Cllr David Williams, County Councils Network spokesman for health and social care, and leader of Hertfordshire County Council, said:

“Today’s powerful Panorama programme should underscore to government the imperative for a sustainable funding solution for social care. We applaud Somerset for stepping forward to demonstrate the pressures within local care services as well as reflecting the commitment of local government to do the best for residents.

 “As Somerset have said, this is not only a local issue; it is a national issue and a topic successive government have been unable to find the answer to. Our new report from PwC lays bare the fragile nature of the social care system after years of underfunding and little reform. By 2025, councils will be spending £6.1bn more on adult social care services compared to what was spent in 2016. The 36 county authorities in England are responsible for £2.9bn of this, their large and ageing populations means they are most exposed to demand and cost pressures. This is before we consider any new cost burdens that may result from the forthcoming adult social care green paper.

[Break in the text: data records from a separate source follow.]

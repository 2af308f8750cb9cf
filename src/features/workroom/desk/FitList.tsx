import { Icon } from '@/components/Icon';
import { explain } from '@/engine';
import type { Lit } from '@/features/projects/followers';
import { usesAny } from '@/features/projects/followers';
import type { Draft, Work } from './desk-store';
import { gapText } from './figure-text';

export interface FitListProps {
  readonly work: Work;
  readonly draft: Draft;
  readonly lit: Lit | null;
  readonly names: readonly string[];
}

/** Whether the pieces go together at the size shown. */
export function FitList({ work, draft, lit, names }: FitListProps) {
  const { fits } = draft.pattern;
  if (fits.length === 0) return null;
  const faults = work.compiled.ok ? [] : work.compiled.faults;
  const figures = new Map(work.live?.figures.fits.map((fit) => [fit.name, fit]));
  return (
    <div className="desk-block">
      <h3>
        Fits <span>at this size, as cut{work.stale ? '; the last good figures' : ''}</span>
      </h3>
      <ul className="fits">
        {fits.map((fit) => {
          const fault = faults.find((found) => found.where.startsWith(`fit “${fit.name}”`));
          const figure = figures.get(fit.name);
          const follows = lit !== null && [fit.left, fit.right].some((formula) => usesAny(formula, names, lit.names));
          const state = fault
            ? 'bad'
            : figure === undefined
              ? 'quiet'
              : figure.holds
                ? 'good'
                : figure.advice
                  ? 'warn'
                  : 'bad';
          return (
            <li
              key={fit.name}
              className={follows ? 'follows' : undefined}
              data-lit={follows ? '' : undefined}
              data-place={`fit:${fit.name}`}
              tabIndex={-1}
            >
              <span className={`state ${state}`}>
                <Icon
                  name={state === 'good' ? 'check' : state === 'quiet' ? 'minus' : 'warning'}
                  label={state === 'good' ? 'Holds' : state === 'quiet' ? 'Not in use' : 'Does not hold'}
                />
              </span>
              <span>{fit.name}</span>
              <em>
                {fault ? 'does not read' : figure === undefined ? 'not in use' : gapText(figure.gap, draft.sizing)}
              </em>
              {fault ? <p className="fault-words">{explain(fault)}</p> : null}
              {figure && !figure.holds && !fault ? (
                <p className={figure.advice ? 'small soft' : 'fault-words'}>{figure.otherwise}</p>
              ) : null}
            </li>
          );
        })}
      </ul>
    </div>
  );
}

 “The report shows beyond doubt that the current situation is plainly unsustainable. Whilst we recognise the political stasis owing to Brexit, we urge the government to publish its green paper to kickstart a national conversation. Ministers should not shirk the difficult questions as to how and who should pay for care.”

Notes to editor

  • CCN is the national voice for England’s county councils. It represents all 26 county councils and 10 county unitary authorities. Collectively, they represent 26 million people, or 47% of the country’s population. It is a special interest group of the Local Government Association. For more information, visit
  • PricewaterhouseCoopers: We are committed to the public sector, helping to shape strategy at the heart of government and improve results on the frontline. This is what inspires and guides our work – we see everyday the real difference the sector has and can make to people’s lives.  We bring the best of professional services to our public sector clients through the expertise and commitment of our people. We know times are uncertain yet we see great possibilities for UK public services. We use our cross-industry insights and our global perspectives to help make public services the best they can be. For more information, visit
  • The figures in this press release are taken from Table 10 in the full, technical report. (pg18)
  • PwC’s analysis is based on the funding required for councils to provide a ‘more consistent level of service by adjusting local authority level unit costs when estimating ‘spending need’. This methodology recognises that county, metropolitan and London boroughs face different levels of demand for services by using 17 different cost drivers across 10 service areas. It also adjusts for the labour and property costs that are the product of a council type’s geography and incorporates the rising costs of ‘generic’ cost drivers such as inflation and the living wage. A full technical explanation can be found here.
  • It is important to note that a more consistent level of service does not mean that every council should be delivering the same services, or that every council faces the same demands and needs. Nor does it mean this is the standard of service that every council should aim to provide. But it does allow a fairer approach to estimating spending need to ascertain the relative funding challenges facing different types of councils.
  • PwC’s modelling makes a series of future funding assumptions from 2020 onwards using a model developed by Pixel Financial Management, including a move to increased business rate retention of 75% in 2020/21. It assumes that the Better Care Fund will be continued and continued at the same level of yearly funding (£1.83bn), alongside the New Homes Bonus (£902m). Both these funds are scheduled to end in 2020 and if they are not provided beyond this period the funding gap will be higher annually by these amounts. A full list is on page 40 of the full report.